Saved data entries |
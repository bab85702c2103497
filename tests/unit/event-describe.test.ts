/**
 * The event log in words: every event type reads as a sentence with units, and no position code,
 * state code or internal id shows bare. The expected sentences are the register's own wording
 * (lib/events/describe.ts); the serials are formed by lib/serials and their check characters fit.
 */
import { describe, expect, test } from "vitest";
import { describeEvent, placeWords, positionWords, subjectLabel, subjectWords } from "@/lib/events/describe";
import { EVENT_TYPES } from "@/lib/vocabulary/event-types";

const PAIR = "P-PW2-26-00042-W";
const CARTON = "K-PW2-26-00041-P";
const SHIPMENT = "H-MLR-26-00007-4";
const SPEAKER = "S-PW2-26-00083-C";
const CABINET = "C-PW2-26-00011-U";
const UNIT = "D-TW-26-00501-4";

describe("describeEvent", () => {
  test.each([
    ["pair.shipped", { identity: PAIR, carton: CARTON, shipment: SHIPMENT, dealer: "MLR" }, { dealerNames: { MLR: "Merrow Lane Audio" } },
      `shipped the pair in carton ${CARTON} to Merrow Lane Audio in shipment ${SHIPMENT}`],
    ["pair.shipped", { identity: PAIR, carton: CARTON, shipment: SHIPMENT, dealer: "MLR" }, {},
      `shipped the pair in carton ${CARTON} to dealer MLR in shipment ${SHIPMENT}`],
    // A past year, so the date keeps its year whatever today is (lib/format.ts omits the current year).
    ["shipment.dispatched", { identity: SHIPMENT, dealer: "MLR", shippedOn: "2024-03-05", carrier: "Fernway Freight", tracking: "FW123", cartons: [CARTON, "K-PW2-26-00042-?"] }, { dealerNames: { MLR: "Merrow Lane Audio" } },
      `dispatched shipment ${SHIPMENT} to Merrow Lane Audio: 2 cartons, with Fernway Freight, tracking FW123, left on 5 Mar 2024`],
    ["pair.packed", { identity: PAIR, carton: CARTON, location: "Rack B, shelf 2" }, {}, `packed the pair into carton ${CARTON}, stored at Rack B, shelf 2`],
    ["carton.moved", { identity: CARTON, location: "Bay 3", from: "Rack B" }, {}, "moved the carton from Rack B to Bay 3"],
    ["carton.stored", { identity: CARTON, location: "Rack B" }, {}, "stored the carton at Rack B"],
    ["link.fitted", { parent: CARTON, child: PAIR, position: "PAIR" }, {}, `packed it into carton ${CARTON}`],
    ["link.fitted", { parent: SHIPMENT, child: CARTON, position: "2" }, {}, `loaded it into shipment ${SHIPMENT}, as its carton 2`],
    ["link.fitted", { parent: SPEAKER, child: UNIT, position: "T" }, {}, `fitted it into speaker ${SPEAKER}, as its tweeter (T)`],
    ["link.fitted", { parent: SPEAKER, child: UNIT, position: "B2", replaces: "D-BS-26-00002-X" }, {}, `fitted it into speaker ${SPEAKER}, as its bass 2 (B2), replacing D-BS-26-00002-X`],
    ["link.fitted", { parent: PAIR, child: CABINET, position: "CAB-L" }, {}, `fitted it into pair ${PAIR}, as its left cabinet`],
    ["link.fitted", { parent: PAIR, child: SPEAKER, position: "R" }, {}, `fitted it into pair ${PAIR}, as its right speaker`],
    ["link.fitted", { parent: CABINET, child: "F-WAL-26-00012-Z/03", position: "F2" }, {}, `fitted it into cabinet ${CABINET}, as its face leaf 2`],
    ["link.removed", { parent: SPEAKER, child: UNIT, position: "T" }, {}, `took it out of speaker ${SPEAKER}, as its tweeter (T)`],
    ["item.state_changed", { identity: SPEAKER, from: "built", to: "shipped", shipment: SHIPMENT }, {}, `changed its state from built to shipped, in shipment ${SHIPMENT}`],
    ["item.state_changed", { identity: PAIR, from: "ready_to_pack", to: "packed", carton: CARTON }, {}, `changed its state from ready to pack to packed, in carton ${CARTON}`],
    ["item.created", { identity: CARTON, kind: "carton", state: "packed" }, {}, "registered the carton"],
    // Fs to three significant figures below 100 Hz, as the lab writes it (lib/acoustics/format.ts): 37.51 → 37.5 Hz.
    ["unit.ts_measured", { identity: UNIT, fsHz: 37.51, qts: 0.3783, reOhm: 6, vasL: 30.1, sensitivityDb: 87.5 }, {}, "measured Thiele–Small parameters: Fs 37.5 Hz, Qts 0.378, Re 6 Ω, Vas 30.1 L, sensitivity 87.5 dB"],
    ["unit.response_measured", { identity: UNIT, points: 200, fromHz: 20, toHz: 20000 }, {}, "measured a response of 200 points from 20 Hz to 20 kHz"],
    ["pair.final_tested", { pass: true, maxDiffDb: 0.42, worstBand: "2.5k", limitDb: 1 }, {}, "passed the final pair test: largest difference 0.42 dB at 2.5 kHz, limit 1 dB"],
    ["pair.final_tested", { pass: false, maxDiffDb: 1.3, worstBand: "800", limitDb: 1 }, {}, "failed the final pair test: largest difference 1.3 dB at 800 Hz, limit 1 dB"],
    ["set.matched", { code: "TW-2612-01", left: UNIT, right: "D-TW-26-00502-2", maxDiffDb: 0.21, limitDb: 0.5 }, {}, `matched ${UNIT} with D-TW-26-00502-2: 0.21 dB apart at most, limit 0.5 dB`],
    ["route.step_recorded", { seq: 3, step: "Trim check", side: "L", outOfWindow: ["trimDeviation"] }, {}, "recorded step 3, trim check, for the left cabinet (1 reading out of window)"],
    ["nc.dispositioned", { code: "NC-2603-001", disposition: "use_as_is" }, {}, "decided nonconformance NC-2603-001: use as is (deviation approved)"],
    ["user.roles_changed", { email: "a@b.test", from: ["lab"], to: ["lab", "quality"] }, {}, "changed the roles from Lab to Lab and Quality"],
    ["certificate.printed", { copy: true }, {}, "printed a copy of the certificate"],
  ] as const)("%s %j", (type, data, ctx, sentence) => {
    expect(describeEvent(type, data as Record<string, unknown>, ctx)).toBe(sentence);
  });

  // Every type a user can meet: a sentence, with no event code, underscore or bare position code.
  test.each(EVENT_TYPES.map((t) => [t]))("%s reads as words even with no data", (type) => {
    const sentence = describeEvent(type, {});
    expect(sentence).toMatch(/^[a-z]/);
    expect(sentence).not.toContain(type);
    expect(sentence).not.toMatch(/_|\bundefined\b|\bnull\b|\bNaN\b|\[object/);
    expect(sentence).not.toMatch(/ {2}| ,|from to\b/);
  });

  test("a type recorded before the vocabulary existed still reads as words", () => {
    expect(describeEvent("bench.calibrated", { value: 1 })).toBe("recorded bench calibrated");
  });
});

describe("placeWords", () => {
  test.each([
    [CARTON, "PAIR", `carton ${CARTON}`],
    [SPEAKER, "XO", `speaker ${SPEAKER}, as its crossover`],
    [SPEAKER, "CAB", `speaker ${SPEAKER}, as its cabinet`],
    ["X-PW2-26-00003-G", "C4", "crossover board X-PW2-26-00003-G, at position C4"],
    ["not-a-serial", "", "not-a-serial"],
  ])("%s at %s → %s", (parent, position, words) => {
    expect(placeWords(parent, position)).toBe(words);
  });
});

describe("positionWords", () => {
  test.each([
    ["speaker", "T", "tweeter (T)"],
    ["speaker", "B2", "bass 2 (B2)"],
    ["pair", "CAB-R", "right cabinet"],
    ["pair", "L", "left speaker"],
    ["shipment", "3", "carton 3"],
    ["carton", "PAIR", ""],
    ["cabinet", "F4", "face leaf 4"],
    ["crossover", "L1", "position L1"],
  ])("%s at %s → %j", (kind, position, words) => {
    expect(positionWords(kind, position)).toBe(words);
  });
});

describe("subjectWords", () => {
  test.each([
    [{ subjectKind: "item", subjectName: CARTON, subjectItemKind: "carton", data: {} }, { kind: "Carton", name: CARTON, serial: CARTON }, `Carton ${CARTON}`],
    [{ subjectKind: "item", subjectName: null, subjectItemKind: null, data: { identity: PAIR } }, { kind: "Item", name: PAIR, serial: PAIR }, `Item ${PAIR}`],
    [{ subjectKind: "user", subjectName: "Ann Webb", data: { email: "ann@x.test" } }, { kind: "User", name: "Ann Webb", serial: null }, "User Ann Webb"],
    [{ subjectKind: "model", subjectName: "PW2 Parlour Two", data: {} }, { kind: "Model", name: "PW2 Parlour Two", serial: null }, "Model PW2 Parlour Two"],
    [{ subjectKind: "machine_token", subjectName: null, data: { name: "Bench 1" } }, { kind: "Machine token", name: "Bench 1", serial: null }, "Machine token Bench 1"],
    [{ subjectKind: "set", subjectName: null, data: {} }, { kind: "Matched set", name: null, serial: null }, "Matched set (no longer in the register)"],
  ])("%j", (event, words, label) => {
    expect(subjectWords(event)).toEqual(words);
    expect(subjectLabel(event)).toBe(label);
  });
});
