/** The service home's ages and stale flag; days counted by hand on the Gregorian calendar. */
import { describe, expect, test } from "vitest";
import { ageInDays, DEFAULT_STALE_DAYS, isStale, parseStaleDays, staleDaysSetting } from "@/lib/service/home";
import { caseCode, normaliseCaseCode } from "@/lib/service/code";
import { compareTraces } from "@/lib/service/trace-diff";

describe("age in days", () => {
  test.each([
    ["2026-12-05", "2026-12-05", 0],
    ["2026-12-04", "2026-12-05", 1],
    ["2026-11-05", "2026-12-05", 30], // November has 30 days
    ["2024-02-28", "2024-03-01", 2], // 2024 is a leap year: 29 February between
    ["2025-02-28", "2025-03-01", 1],
    ["2026-03-28", "2026-03-30", 2], // across the change to summer time in Europe (29 March 2026)
  ])("received %s, today %s: %i days", (received, today, days) => {
    expect(ageInDays(received, today)).toBe(days);
  });
});

describe("stale", () => {
  test.each([
    [14, 14, false], // on the threshold: not yet
    [15, 14, true],
    [3, 2, true],
    [0, 1, false],
  ])("%i days old with a threshold of %i: %s", (age, threshold, stale) => {
    expect(isStale(age, threshold)).toBe(stale);
  });

  test.each([
    [undefined, DEFAULT_STALE_DAYS],
    ["", DEFAULT_STALE_DAYS],
    ["7", 7],
    [" 30 ", 30],
    ["0", DEFAULT_STALE_DAYS],
    ["-3", DEFAULT_STALE_DAYS],
    ["2.5", DEFAULT_STALE_DAYS],
    ["abc", DEFAULT_STALE_DAYS],
    ["99999", DEFAULT_STALE_DAYS],
  ])("the setting %j gives %i days", (env, days) => {
    expect(staleDaysSetting(env)).toBe(days);
  });

  test.each([["10", 10], ["0", null], ["1e3", null], ["3650", 3650], ["3651", null]])("the query %j reads %j", (q, n) => {
    expect(parseStaleDays(q)).toBe(n);
  });
});

describe("case codes", () => {
  test.each([
    ["2026-12-05", 7, "RT2612-0007"],
    ["2027-01-31", 1, "RT2701-0001"],
    ["2026-06-01", 12345, "RT2606-12345"],
  ])("%s, case %i: %s", (day, seq, code) => {
    expect(caseCode(day, seq)).toBe(code);
  });
  test.each([
    ["rt2612-7", "RT2612-0007"],
    [" RT 2612 0007 ", "RT2612-0007"],
    ["RT26120007", "RT2612-0007"],
    ["SP-2612", null],
    ["RT26-1", null],
  ])("typed %j reads %j", (typed, code) => {
    expect(normaliseCaseCode(typed)).toBe(code);
  });
});

describe("as built against now", () => {
  const part = (id: string, holder: string, position: string) => ({ id, identity: id, kind: "drive_unit", holder, position });
  test.each([
    ["nothing changed", [part("a", "S1", "T")], [part("a", "S1", "T")], 0, 0],
    ["a tweeter replaced", [part("a", "S1", "T"), part("b", "S1", "B")], [part("c", "S1", "T"), part("b", "S1", "B")], 1, 1],
    ["a part removed and not replaced", [part("a", "S1", "T")], [], 1, 0],
    ["the same unit moved to another position", [part("a", "S1", "T")], [part("a", "S1", "M")], 1, 1],
  ])("%s", (_n, built, now, removed, fitted) => {
    const c = compareTraces(built, now);
    expect([c.removed, c.fitted]).toEqual([removed, fitted]);
  });
});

TASK DIRECTIONS |
Above are the entries; copy every line among them that contains the word "isStale".

YOUR SOLUTION |
import { ageInDays, DEFAULT_STALE_DAYS, isStale, parseStaleDays, staleDaysSetting } from "@/lib/service/home";
    expect(isStale(age, threshold)).toBe(stale);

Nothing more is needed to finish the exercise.